87053-HORS_SAISON__OUT_OF_SEASON__-_Guillaume_Canet_and_Alba_Rohrwacher__Credits_Michael_Crotto___2_[Compétition officielle]

De quoi ça parle ?

Des retrouvailles de Mathieu (Guillaume Canet) et d’Alice (Alba Rohrwacher), dans une petite station balnéaire, hors-saison, quinze ans après leur séparation.
Ils s’étaient aimés follement, à l’époque, mais ils avaient fini par prendre des chemins différents, afin de pouvoir faire carrière.
Depuis, Mathieu est devenu un célèbre acteur de cinéma et a épousé une journaliste de télévision. Alice est également mariée et mère de famille. Elle vit dans cette petite ville balnéaire une existence paisible, peut-être un peu trop.
Ils décident de se revoir le temps d’un café et découvrent qu’ils n’ont rien perdu de leur complicité d’antan. Ces retrouvailles seront-elles une simple parenthèse dans leurs vies bien rangées ou marqueront-elles l’amorce d’un nouveau départ?

Pourquoi on aime ?

Hors saison démarre de façon assez inhabituelle pour un film de Stéphane Brizé. En effet, quand on évoque le cinéaste français, on pense plutôt à des titres comme En guerre ou La Loi du marché, des drames sociaux qui interrogent sur le monde du travail et ce système économique destructeur pour les gens les plus humbles, ou à d’autres films plus intimistes et tout aussi poignants, comme Mademoiselle Chambon ou Quelques jours de printemps, pas à un cinéma franchement comique. Ici, surprise, c’est bien sur ce registre que commence son nouveau long-métrage. Pourtant, le pitch n’est pas des plus joyeux… Alors qu’il devait faire ses débuts sur scènes dans une grande production théâtrale à Paris, Mathieu a soudainement craqué nerveusement et tout plaqué. Il a décidé de se ressourcer quelques jours dans un spa luxueux en bord de mer, à l’ouest de la France. Evidemment, puisque l’intrigue se déroule hors saison, la petite ville, comme le spa, sont quasiment déserts et offrent un cadre, certes propice à la méditation et à l’introspection, mais également parfaitement morose et glacial, pas vraiment le meilleur moyen pour se remettre d’une dépression ou d’un passage à vide. Mais voir le pauvre acteur, habitué aux bains de foule et aux acclamations, errer dans ces lieux vides et totalement aseptisés, complètement paumé, a quelque chose d’assez cocasse.
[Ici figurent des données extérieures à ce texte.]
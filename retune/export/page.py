"""The exporter `page`: the rehearsal page of a piece, and one for each part."""

from __future__ import annotations

import re
from collections.abc import Iterator, Mapping, Sequence
from dataclasses import dataclass, field, replace
from functools import partial
from threading import Lock
from typing import Any, ClassVar

from retune.errors import OutputError, Place
from retune.export.base import LateFile
from retune.export.howto import LISTENING, READING_CENTS, VOICE, tuning_words
from retune.export.names import safe_name
from retune.export.options import require_allowed
from retune.page.build import GRID_LEGEND, LEGEND, page, systems_markup
from retune.page.data import page_data
from retune.page.engrave import (
    Engraved,
    EngravingError,
    Wish,
    engravings,
    glyph_sheet,
    notehead_ids,
)
from retune.page.grid import grid
from retune.score.model import Part, Score
from retune.score.titles import part_titles
from retune.tracks.guides import sung_parts
from retune.tracks.take import Take
from retune.tuning import tune
from retune.tuning.model import TunedScore
from retune.tuning.policy import Drift, Temperament

PLAIN, NARROW, WIDE = 1000, 360, 1700
"""Widths that the score is engraved for, in pixels: laptop, phone, projector."""


@dataclass(frozen=True, slots=True)
class PageOptions:
    """Options of the exporter."""

    part_pages: bool = field(
        default=True, metadata={"help": "also a page for each part, with it chosen"}
    )
    widths: bool = field(default=True, metadata={"help": "also engraved for phone and projector"})
    part_lines: bool = field(default=True, metadata={"help": "also each part's own line, larger"})


class PageExporter:
    """Writes the rehearsal page."""

    name: ClassVar[str] = "page"
    summary: ClassVar[str] = "A page for any browser: the score with its cents, played as tuned"
    suffixes: ClassVar[tuple[str, ...]] = (".html",)
    Options: ClassVar[type[PageOptions]] = PageOptions

    def export(self, takes: Sequence[Take], options: PageOptions) -> Iterator[LateFile]:
        """Yield the page, then those of the parts that have learning tracks.

        Raises `OutputError` where there is no note.
        """
        require_allowed(self.name, options)
        tuned = takes[0].tuned
        if not tuned.score.notes:
            raise OutputError("there is no note to show", Place(tuned.score.file))
        titles = part_titles(tuned.score)
        wanted = {take.folder for take in takes if take.folder}
        parts = [
            part for part in sung_parts(tuned.score) if not wanted or titles[part.index] in wanted
        ]
        made = _Maker(tuned, options, parts)
        stem = safe_name(tuned.score.stem)
        yield LateFile(f"{stem}.html", partial(made.page, None))
        if options.part_pages:
            for part in parts:
                name = f"{stem} - {safe_name(titles[part.index])}.html"
                yield LateFile(name, partial(made.page, part.index))


class _Maker:
    """What all pages of a piece share; made when the first of them is wanted."""

    def __init__(self, tuned: TunedScore, options: PageOptions, parts: Sequence[Part]) -> None:
        self._tuned = tuned
        self._parts = parts
        self._options = options
        self._lock = Lock()
        self._shared: _Shared | None = None

    def page(self, part: int | None) -> bytes:
        """The page with a part chosen, or none."""
        with self._lock:
            if self._shared is None:
                self._shared = self._prepared()
        shared = self._shared
        name = "" if part is None else part_titles(self._tuned.score)[part]
        return page(shared.data, shared.score, shared.packed, shared.words, name)

    def _prepared(self) -> _Shared:
        tuned = self._tuned
        found, reason = self._engraved()
        policy = replace(tuned.policy, drift=Drift.FOLLOW, temperament=Temperament.JUST)
        follow = tune(tuned.score, tuned.harmony, policy)
        if not found:
            words = _words(tuned, GRID_LEGEND, reason)
            return _Shared(page_data(tuned, follow, {}), grid(tuned), {}, words)
        data = page_data(tuned, follow, notehead_ids(tuned.score.source))
        systems = {name: _played(tuned, picture) for name, picture in found.items()}
        plain = glyph_sheet(found.values()) + systems_markup(systems.pop("plain"))
        return _Shared(data, plain, systems, _words(tuned, LEGEND, ""))

    def _engraved(self) -> tuple[dict[str, Engraved], str]:
        """Pictures by name; none, and why, where the score cannot be engraved."""
        wishes = {"plain": Wish(PLAIN)}
        if self._options.widths:
            wishes |= {"narrow": Wish(NARROW), "wide": Wish(WIDE)}
        if self._options.part_lines:
            for part in self._parts:
                wishes[f"part{part.index}"] = Wish(PLAIN, part.index)
        try:
            found = engravings(self._tuned, self._tuned.score.source, tuple(wishes.values()))
        except EngravingError as error:
            return {}, error.what
        return dict(zip(wishes, found, strict=True)), ""


_BAR = re.compile(r'data-bar="(\d+)"')


def _played(tuned: TunedScore, picture: Engraved) -> tuple[str, ...]:
    """The systems that hold a bar that is played: not all do where an excerpt is."""
    written = {str(bar.written) for bar in tuned.score.bars}
    return tuple(one for one in picture.systems if written & set(_BAR.findall(one)))


@dataclass(frozen=True, slots=True)
class _Shared:
    data: Mapping[str, Any]
    score: str
    packed: Mapping[str, Sequence[str]]
    words: Mapping[str, str]


def _words(tuned: TunedScore, legend: str, reason: str) -> dict[str, str]:
    notice = ""
    if reason:
        notice = f"Shown as a grid of chords and parts, as {reason}."
    return {
        "byline": _byline(tuned.score),
        "policy": f"{tuning_words(tuned)} A4 is {tuned.policy.reference_hz:g} Hz.",
        "notice": notice,
        "legend": legend,
        "listening": LISTENING,
        "voice": VOICE,
        "reading": READING_CENTS,
    }


def _byline(score: Score) -> str:
    return " \u00b7 ".join(w for w in (score.composer, score.lyricist, score.copyright) if w)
Surtout que, pour la détente, il n’est pas certain que cet hôtel soit idéal. Déjà, il est rempli de machines silencieuses et sournoises, qui semblent liguées pour le maltraiter : l’appareil de pressothérapie, sous prétexte de drainage lymphatique, lui broie les jambes; les placards à ouverture automatique battent les record de lenteur; la machine à café, dans sa chambre, est un bel objet design, supposément intelligent, mais semble incapable de lui servir un expresso, du moins sans l’ébouillanter ou lui tacher les vêtements… Et les rares humains présents, sont eux, un peu trop envahissants. Ils lui cassent les oreilles avec leur admiration mielleuse et le forcent à prendre des selfies avec eux à des moments où, entre enveloppements d’algues et sauna, il n’est pas le plus à son avantage ou à son aise…
On pense un peu, dans ces moments-là, au Thalasso de Guillaume Nicloux, où Houellebecq et Depardieu observaient avec circonspection les appareils de cure et les régimes sans cholestérol ni jus de raisin fermentés. Mais ici, le pauvre Mathieu n’a aucun camarade de galère avec qui partager cette épreuve. Même ses proches, à distance, ne lui accordent aucune once de compassion. Son agent le maudit pour avoir sabordé sa carrière et sa femme est trop occupée pour penser à lui et ses petites angoisses existentielles. Bref, c’est une vraie traversée en solitaire qui s’amorce pour lui où il doit surfer sur son vague à l’âme et ramer pour rester à flot. La tonalité comique du film se teinte alors d’une certaine gravité et on se demande si le film ne va pas voguer tranquillement vers le drame le plus sombre. On commence en tout cas à ressentir la profonde solitude de cet homme et à comprendre la crise qu’il est en train de traverser, à l’aube de la cinquantaine.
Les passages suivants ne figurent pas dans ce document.